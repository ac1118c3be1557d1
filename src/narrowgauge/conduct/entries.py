"""Series, intervals and judgements as entries of the record: finite figures, or None."""

from __future__ import annotations

import math
from typing import Any

from narrowgauge.judge.accumulation import AccumulationFit
from narrowgauge.judge.gain import LevelView, Scheme, breakeven
from narrowgauge.judge.intervals import Interval, jackknife, means, variances
from narrowgauge.judge.schemes import ArmJudgement
from narrowgauge.measure.arms import REFERENCE
from narrowgauge.measure.moments import Series
from narrowgauge.measure.tally import LevelTally, Raised
from narrowgauge.record.audit import CorrectionEntry, LawEntry, RaisedEntry, ReferenceEntry, SchemeEntry

__all__ = [
    "correction_entry",
    "finite",
    "interval_fields",
    "judged_fields",
    "law_entry",
    "mean_of",
    "mean_se_of",
    "raised_entry",
    "reference_entry",
    "scheme_entry",
    "variance_of",
    "variance_se_of",
]


def reference_entry(tally: LevelTally, view: LevelView) -> ReferenceEntry:
    """Return the reference's figures of one level."""
    value, difference = view.tally.values[REFERENCE], view.tally.differences[REFERENCE]
    return ReferenceEntry(
        mean=mean_of(value),
        mean_se=mean_se_of(value),
        variance=variance_of(value),
        level_mean=mean_of(difference),
        level_mean_se=mean_se_of(difference),
        level_variance=variance_of(difference),
        level_variance_se=variance_se_of(difference),
        level_kurtosis=finite(difference.moments.kurtosis),
        nonfinite=tally.dropped,
    )


def correction_entry(view: LevelView, narrow: str, wide: str) -> CorrectionEntry:
    """Return the figures of one correction."""
    series = view.tally.corrections[narrow, wide]
    ratio = breakeven(
        view.tally.differences[narrow].moments.variance,
        view.tally.differences[wide].moments.variance,
        series.moments.variance,
    )
    return CorrectionEntry(
        mean=mean_of(series),
        mean_se=mean_se_of(series),
        variance=variance_of(series),
        variance_se=variance_se_of(series),
        kurtosis=finite(series.moments.kurtosis),
        effective_size=finite(series.effective_size),
        events=series.events,
        counted=series.counted,
        breakeven_cost_ratio=finite(ratio),
    )


def judged_fields(judged: ArmJudgement | None) -> dict[str, Any]:
    """Return the fields of an arm's entry that come from a judgement; all None for an arm that has none."""
    if judged is None:  # an arm that is only wide, or today's
        return {
            "scheme": None,
            **interval_fields("gain", None),
            **interval_fields("edge", None),
            **interval_fields("bias", None),
            "verdict": None,
            "reason": None,
            "paths_needed": None,
            "admitted_rmse": None,
        }
    return {
        "scheme": None if judged.scheme is None else scheme_entry(judged.scheme),
        **interval_fields("gain", judged.gain),
        **interval_fields("edge", judged.edge),
        **interval_fields("bias", judged.bias),
        "verdict": judged.verdict,
        "reason": judged.reason,
        "paths_needed": judged.paths_needed,
        "admitted_rmse": finite(judged.admitted_rmse),
    }


def interval_fields(name: str, interval: Interval | None) -> dict[str, Any]:
    """Return an interval as three fields; None where it, or a bound of it, does not exist."""
    if interval is None:
        return {name: None, f"{name}_low": None, f"{name}_high": None}
    return {
        name: finite(interval.estimate),
        f"{name}_low": finite(interval.low),
        f"{name}_high": finite(interval.high),
    }


def scheme_entry(scheme: Scheme) -> SchemeEntry:
    """Return a scheme as it is written down."""
    return SchemeEntry(kind=scheme.kind, narrow=scheme.narrow, wide=scheme.wide)


def raised_entry(raised: Raised | None) -> RaisedEntry | None:
    """Return what a kernel raised as it is written down."""
    if raised is None:
        return None
    return RaisedEntry(type=raised.kind, message=raised.message, file=raised.file, line=raised.line)


def law_entry(law: AccumulationFit) -> LawEntry:
    """Return a fitted law as it is written down."""
    figures: dict[str, Any] = {
        name: finite(getattr(law, name)) for name in LawEntry.__struct_fields__ if name not in ("levels", "reason")
    }
    return LawEntry(**figures, levels=list(law.levels), reason=law.reason)


def finite(value: float | None) -> float | None:
    """Return a figure as a float, or None where it does not exist."""
    return float(value) + 0.0 if value is not None and math.isfinite(value) else None  # no negative zero


def _enough(series: Series | None) -> bool:
    return series is not None and series.moments.total >= 2


def mean_of(series: Series | None) -> float | None:
    """Return the mean of a series with at least two values."""
    return finite(series.moments.average) if series is not None and _enough(series) else None


def mean_se_of(series: Series | None) -> float | None:
    """Return the jackknife standard error of a mean."""
    return finite(jackknife(means(series), 0.05).se) if series is not None and _enough(series) else None


def variance_of(series: Series | None) -> float | None:
    """Return the unbiased variance of a series with at least two values."""
    return finite(series.moments.variance) if series is not None and _enough(series) else None


def variance_se_of(series: Series | None) -> float | None:
    """Return the jackknife standard error of a variance."""
    return finite(jackknife(variances(series), 0.05).se) if series is not None and _enough(series) else None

» **WHAT IS EXPECTED**
Which lines of the records above contain the word "math"? Report each one in full.

» **SOLUTION FOR THIS PROBLEM**
import math
    return float(value) + 0.0 if value is not None and math.isfinite(value) else None  # no negative zero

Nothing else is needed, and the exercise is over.